Are the absolute values of random variables iid if the random variables are iid? If $X$ and $Y$ are independent and identically distributed (iid) random variables, does it imply that $|X|$ and $|Y|$ are iid? How would you go about proving this?
 A: $X,Y$ are independent if and only if $$P\left\{ X\in A\wedge Y\in B\right\} =P\left\{ X\in A\right\} P\left\{ Y\in B\right\} $$
is true for measurable sets $A,B$.
If this is the case and $f,g:\mathbb{R}\rightarrow\mathbb{R}$ are
measurable functions then:
$$P\left\{ f\left(X\right)\in A\wedge g\left(Y\right)\in B\right\} =P\left\{ X\in f^{-1}\left(A\right)\wedge Y\in g^{-1}\left(B\right)\right\} =P\left\{ X\in f^{-1}\left(A\right)\right\} P\left\{ Y\in g^{-1}\left(B\right)\right\} =P\left\{ f\left(X\right)\in A\right\} P\left\{ g\left(Y\right)\in B\right\} $$
showing that $f\left(X\right)$ and $g\left(Y\right)$ are independent.

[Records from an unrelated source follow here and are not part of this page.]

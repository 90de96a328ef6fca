using System.Globalization;
using System.Text;
using LoadWatch.Notices;
using LoadWatch.Recordings;
using LoadWatch.Service.Arrivals;
using LoadWatch.Service.Tests.Pipeline;
using NodaTime;

namespace LoadWatch.Service.Tests.Arrivals;

/// <summary>A CSV that is too large to be held gives what the same rows give in a small file (I-11).</summary>
public sealed class LargeTextTests : IDisposable
{
    private const long HeapBytes = 192L * 1024 * 1024;

    private static readonly byte[] Small = Some.Csv(Some.Yesterday);
    private static readonly byte[] Large = Widened(Small, LargeText.HeldBytes);

    private readonly WorkingFolder folder = new();

    public void Dispose() => folder.Dispose();

    [Fact]
    public void ItGivesTheSameDays()
    {
        using var held = new WorkingFolder();
        held.Put("anna/ride.csv", Small);
        folder.Put("anna/ride.csv", Large);
        Assert.True(Large.Length > LargeText.HeldBytes);

        held.Sweep();
        folder.Sweep();

        Assert.Equal((ArrivalState.Stored, "anna", (long)Large.Length), (Stored.State, Stored.Person, Stored.Size));
        Assert.Contains("\"person\":\"anna\"", folder.Export("days"), StringComparison.Ordinal);
        Assert.Equal(held.Export("days"), folder.Export("days"));
        Assert.Equal(WorkingFolder.Sha(Large), Assert.Single(folder.ArchiveHashes()));
    }

    [Fact]
    public void ItIsComputedAgainFromTheArchive()
    {
        folder.Put("anna/ride.csv", Large);
        folder.Sweep();
        var before = folder.Export();
        folder.Rebuild();
        Assert.Equal(before, folder.Export());
    }

    [Fact]
    public void ItIsReadBackWhereItIsMergedWithAnother()
    {
        using var held = new WorkingFolder();
        foreach (var (place, csv) in new[] { (held, Small), (folder, Large) })
        {
            place.Put("anna/ride.csv", csv);
            place.Sweep();
            place.Put("anna/ride.fit", Some.Fit(Some.Yesterday, 1));
            place.Sweep();
        }

        Assert.Equal(held.Export("days"), folder.Export("days"));
        Assert.Equal(2, folder.Arrivals().Count(arrival => arrival.State == ArrivalState.Stored));
    }

    [Fact]
    public void ADamagedOriginalOfItIsNotRead()
    {
        folder.Put("anna/ride.csv", Large);
        folder.Sweep();
        var original = Assert.Single(WorkingFolder.Files(Path.Combine(folder.Data, "archive")), path => Path.GetFileName(path) == WorkingFolder.Sha(Large));
        using (var file = File.OpenWrite(original))
        {
            file.Position = Large.Length - 2;
            file.WriteByte((byte)'y');
        }

        folder.Put("anna/ride.fit", Some.Fit(Some.Yesterday, 1));
        folder.Sweep();

        var remark = $"computed without session 1 of {WorkingFolder.Sha(Large)[..12]}: its original in the archive is missing or damaged";
        Assert.Contains(remark, folder.Export("activities"), StringComparison.Ordinal);
    }

    [Fact]
    public void AboveItsOwnLimitItStaysWhereItIs()
    {
        using var limited = new WorkingFolder(intake: "\"largest_csv_megabytes\": 1, \"largest_file_megabytes\": 512");
        limited.Put("anna/ride.csv", Widened(Small, 1024 * 1024));
        limited.Put("anna/small.csv", Small);
        Assert.Equal(new BriefLine("anna/ride.csv", "larger than 1 MB"), Assert.Single(limited.Sweep().Unreadable));
        Assert.Equal(ArrivalState.Stored, Assert.Single(limited.Arrivals()).State);
    }

    [Fact]
    public void ItMayBeLargerThanOtherFilesMay()
    {
        using var limited = new WorkingFolder(intake: "\"largest_file_megabytes\": 1");
        limited.Put("anna/ride.csv", Widened(Small, 2 * 1024 * 1024));
        Assert.Empty(limited.Sweep().Unreadable);
        Assert.Equal(ArrivalState.Stored, Assert.Single(limited.Arrivals()).State);
    }

    [Fact]
    public void WhileItMayStillGrowItWaits()
    {
        folder.Put("anna/ride.csv", Large, Duration.Zero);
        Assert.Equal((1, 0), (folder.Sweep().Settling, folder.Arrivals().Count));
    }

    /// <summary>The heap of the sweep ends far below the size of the file, which LOADWATCH_LARGE_MB sets.</summary>
    [Fact]
    public void ItIsTakenInByAProcessWhoseHeapIsSmallerThanTheFile()
    {
        var megabytes = int.Parse(Environment.GetEnvironmentVariable("LOADWATCH_LARGE_MB") ?? "256", CultureInfo.InvariantCulture);
        using var large = new WorkingFolder(intake: "\"largest_csv_megabytes\": 4096");
        WriteWide(large.Put("anna/ride.csv", []), megabytes);

        var ended = Loadwatch.Start(["sweep", "--config", large.ConfigPath, "--as-of", WorkingFolder.NowText], environment: ("DOTNET_GCHeapHardLimit", $"{HeapBytes:X}")).WaitForEnd();

        Assert.Equal((0, ""), (ended.Code, ended.Errors));
        Assert.Equal(ArrivalState.Stored, Assert.Single(large.Arrivals()).State);
    }

    private Storage.Recordings.Arrival Stored => Assert.Single(folder.Arrivals());

    /// <summary>The same rows with a column besides that no layout knows.</summary>
    private static byte[] Widened(byte[] csv, long atLeast)
    {
        var lines = Encoding.UTF8.GetString(csv).TrimEnd('\n', '\r').Split('\n').Select(line => line.TrimEnd('\r')).ToList();
        var filling = new string('x', (int)(atLeast / (lines.Count - 1)) + 1);
        return Encoding.UTF8.GetBytes(string.Concat(lines.Select((line, row) => $"{line},{(row == 0 ? "note" : filling)}\n")));
    }

    /// <summary>Nine hundred rows a megabyte, twenty a second, from a midnight on.</summary>
    private static void WriteWide(string path, int megabytes)
    {
        using (var writer = new StreamWriter(path))
        {
            var filling = new string('x', 1_125);
            writer.Write("time,heart_rate_bpm,power_w,note\n");
            var start = (Some.Yesterday.PlusDays(-2) + LocalTime.Midnight).InUtc().ToDateTimeUtc();
            for (var row = 0; row < megabytes * 900; row++)
            {
                writer.Write(string.Create(CultureInfo.InvariantCulture, $"{start.AddMilliseconds(row * 50.0):yyyy-MM-dd'T'HH:mm:ss.fff'Z'},{120 + (row / 1_200 % 40)},{150 + (row / 600 % 90)},{filling}\n"));
            }
        }

        File.SetLastWriteTimeUtc(path, (WorkingFolder.Now - Duration.FromHours(1)).ToDateTimeUtc());
    }
}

A: Yes. In fact one can show that $X$ and $Y$ are independent if and only if $f(X)$ and $g(Y)$ are independent for every measurable  function $f, g$ 
I don't know how you introduced independence, but X and Y independent means that the $\sigma$-algebrae generated by them are independent; it is easy to see that the $\sigma$-algebra generated by $f(X)$ is smaller that the one generated by $X$, hence independence is preserved 
A: Evidently so. See this link 
Are functions of independent variables also independent?
which addresses independence. It's clear they are identically distributed, isn't it?